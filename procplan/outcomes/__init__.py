"""procplan.outcomes"""
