#: Lethality presets with one z-value.
Z_VALUE_PRESETS: dict[str, LethalityPreset] = {
    p.name: p
    for p in (
        LethalityPreset(
            "f0-botulinum-12d",
            "Clostridium botulinum (proteolytic) spores, 12D minimum botulinum cook of low-acid foods; F0 of pharmaceutical steam sterilisation",
            121.1,
            10.0,
            3.0,
            12.0,
            "safety",
            "F0 (121.1 °C, z 10 °C; European Pharmacopoeia 5.1.5); F0 ≥ 3 min as the minimum botulinum cook "
            "(12D) of low-acid canned foods: trade guidelines (National Canners Association 1968; NFPA 1971–1985) "
            "as summarised in the thermal-process lethality literature",
            True,
            12.0,
        ),
        LethalityPreset(
            "listeria-6log",
            "Listeria monocytogenes, 6-log reduction",
            70.0,
            7.5,
            2.0,
            6.0,
            "safety",
            "70 °C for 2 min: Mackey, B.M. & Bratchell, N. (1989), The heat resistance of Listeria monocytogenes, "
            "Lett. Appl. Microbiol. 9:89–94; z 7.5 °C fitted to UK equivalent times not read in the primary "
            "document (see listeria-6log-uk-table)",
            False,
            6.0,
        ),
        LethalityPreset(
            "salmonella-beef-7log-fsis",
            "Salmonella in cooked beef, roast beef and corned beef, 7-log (USDA FSIS Appendix A, 7-log column)",
            60.0,
            5.56,
            12.0,
            7.0,
            "safety",
            _FSIS_A.format(col="7-log"),
            True,
            7.0,
        ),
        LethalityPreset(
            "salmonella-beef-6.5log-fsis",
            "Salmonella in cooked beef, roast beef and corned beef, 6.5-log (USDA FSIS Appendix A, 6.5-log column)",
            60.0,
            5.56,
            12.0,
            6.5,
            "safety",
            _FSIS_A.format(col="6.5-log"),
            True,
            6.5,
        ),
        LethalityPreset(
            "dry-heat-fh",
            "dry-heat sterilisation of glass and metal (FH), equivalent of 2 h at 160 °C",
            170.0,
            20.0,
            120.0 * 10.0 ** ((160.0 - 170.0) / 20.0),
            None,
            "safety",
            "FH: T_ref 170 °C, z 20 °C (United States Pharmacopeia <1229.8> Dry heat sterilization, as quoted "
            "in its users' worked examples); required FH = 2 h at 160 °C, the pharmacopoeias' reference dry-heat "
            "cycle (European Pharmacopoeia 5.1.1, not read)",
            False,
        ),
        LethalityPreset(
            "depyrogenation-3log",
            "bacterial endotoxin (E. coli lipopolysaccharide), 3-log reduction by dry heat",
            250.0,
            46.4,
            3.0 * 4.99,
            3.0,
            "safety",
            "D(250 °C) 4.99 min and z 46.4 °C of E. coli lipopolysaccharide: Tsuji, K. & Harrison, S.J. (1978), "
            "Dry-heat destruction of lipopolysaccharide: dry-heat destruction kinetics, Appl. Environ. Microbiol. "
            "36(5):710–714; a 3-log endotoxin reduction as the depyrogenation requirement (United States "
            "Pharmacopeia <1228.1> Dry heat depyrogenation, not read)",
            False,
            3.0,
        ),
        LethalityPreset(
            "pasteurisation-units",
            "pasteurisation units of beverages: 1 PU = 1 min at 60 °C",
            60.0,
            7.0,
            None,
            None,
            "safety",
            "common practice in beer and beverage pasteurisation (T_ref 60 °C, z about 7 °C); no single published "
            "source checked",
            False,
        ),
        LethalityPreset(
            "cook-value-c100",
            "cook (quality) value C, an over-processing indicator evaluated at the surface",
            100.0,
            33.0,
            None,
            None,
            "quality",
            "common practice (C-value at 100 °C with z about 33 °C for overall quality loss); no published "
            "source checked",
            False,
        ),
    )
}
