def ehtd_cleland(beta1: float, beta2: float, bi: float) -> float:
    """Equivalent heat-transfer dimensionality E of a brick or finite cylinder (Cleland, Cleland & Earle 1987).

    E = 1 + (1 + 2/Bi) / (β₁² + 2β₁/Bi) + (1 + 2/Bi) / (β₂² + 2β₂/Bi)

    The freezing (or cooling) time of the shape is that of the infinite slab of its smallest dimension D
    divided by E. β₁ and β₂ are the other two dimensions over D (a finite cylinder of diameter d and length
    ℓ: D = min(d, ℓ), with the diameter counted in both β when it is the larger; an infinite cylinder is
    β₁ = 1, β₂ → ∞), Bi = h D / k_f with D the full smallest dimension, the convention of Plank's equation.

    Parameters
    ----------
    beta1, beta2 : second and third dimension over the smallest (≥ 1; ``math.inf`` for an infinite extent)
    bi : Biot number h D / k_f

    Returns
    -------
    E (1 for a slab, 2 for an infinite cylinder, up to 3 for a cube)

    Notes
    -----
    Limits: Bi → 0 gives 1 + 1/β₁ + 1/β₂, the ratio of the shape's surface-to-volume ratio to the slab's
    (the lumped limit; the ASHRAE chapter gives this E₀ for finite cylinders, bricks and rectangular rods);
    Bi → ∞ gives 1 + 1/β₁² + 1/β₂². Cleland et al. report the formula within a few per cent of numerical
    freezing times of regular multidimensional shapes.

    References
    ----------
    Cleland, D.J., Cleland, A.C. & Earle, R.L. (1987). Prediction of freezing and thawing times for
    multi-dimensional shapes by simple formulae. Part 1: regular shapes. Int. J. Refrigeration 10(3):156–164.
    ASHRAE Handbook—Refrigeration (2010), ch. 20, Cooling and freezing times of foods, eq. 20 (E₀ of bricks
    and finite cylinders).

    >>> round(ehtd_cleland(1.0, 1.0, 1e-9), 6), round(ehtd_cleland(1.0, 1.0, 1e12), 6)
    (3.0, 3.0)
    >>> round(ehtd_cleland(1.0, math.inf, 2.0), 6)
    2.0
    """
    bi = validate.positive("bi", bi)
    total = 1.0
    for name, beta in (("beta1", beta1), ("beta2", beta2)):
        if not beta >= 1.0:
            raise InvalidInputError(
                name, beta, "a dimension ratio ≥ 1 (a larger dimension over the smallest)"
            )
        if math.isinf(beta):
            continue
        total += (1.0 + 2.0 / bi) / (beta * beta + 2.0 * beta / bi)
    return total


def ehtd_of_dimensions(
    dimensions_m: tuple[float, ...], h_W_m2K: float, k_frozen_W_mK: float
) -> tuple[float, float]:
    """E (Cleland et al. 1987) and the smallest dimension D [m] of a brick (three edges) or a finite cylinder.

    A finite cylinder is given as (diameter, diameter, length): its cross-section counts in both directions.

    >>> E, D = ehtd_of_dimensions((0.1, 0.1, 0.1), 1e9, 1.0)
    >>> round(E, 4), D
    (3.0, 0.1)
    """
    dims = sorted(validate.positive(f"dimension {i + 1}", d, "m") for i, d in enumerate(dimensions_m))
    if len(dims) != 3:
        raise InvalidInputError(
            "dimensions_m", dimensions_m, "three dimensions (brick edges or d, d, length)"
        )
    small = dims[0]
    bi = (
        validate.positive("h_W_m2K", h_W_m2K, "W/m²K")
        * small
        / validate.positive("k_frozen_W_mK", k_frozen_W_mK, "W/mK")
    )
    return ehtd_cleland(dims[1] / small, dims[2] / small, bi), small


def pham_mean_freezing_temperature_C(center_end_C: float, medium_C: float) -> float:
    """Pham's (1986) mean freezing temperature T_fm = 1.8 + 0.263 T_c + 0.105 T_a [°C] (from memory).

    >>> round(pham_mean_freezing_temperature_C(-18.0, -40.0), 3)
    -7.134
    """
    tc = validate.number("center_end_C", center_end_C, unit="°C")
    ta = validate.number("medium_C", medium_C, unit="°C")
    return 1.8 + 0.263 * tc + 0.105 * ta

## Task to complete:
Please write out the material word for word from its first line through the line holding "Appl. Microbiol. 9:89–94;", including both, and no line past it.

## Written answer:
filename procplan/outcomes/__init__.py
"""procplan.outcomes"""
#: Lethality presets with one z-value.
Z_VALUE_PRESETS: dict[str, LethalityPreset] = {
    p.name: p
    for p in (
        LethalityPreset(
            "f0-botulinum-12d",
            "Clostridium botulinum (proteolytic) spores, 12D minimum botulinum cook of low-acid foods; F0 of pharmaceutical steam sterilisation",
            121.1,
            10.0,
            3.0,
            12.0,
            "safety",
            "F0 (121.1 °C, z 10 °C; European Pharmacopoeia 5.1.5); F0 ≥ 3 min as the minimum botulinum cook "
            "(12D) of low-acid canned foods: trade guidelines (National Canners Association 1968; NFPA 1971–1985) "
            "as summarised in the thermal-process lethality literature",
            True,
            12.0,
        ),
        LethalityPreset(
            "listeria-6log",
            "Listeria monocytogenes, 6-log reduction",
            70.0,
            7.5,
            2.0,
            6.0,
            "safety",
            "70 °C for 2 min: Mackey, B.M. & Bratchell, N. (1989), The heat resistance of Listeria monocytogenes, "
            "Lett. Appl. Microbiol. 9:89–94; z 7.5 °C fitted to UK equivalent times not read in the primary "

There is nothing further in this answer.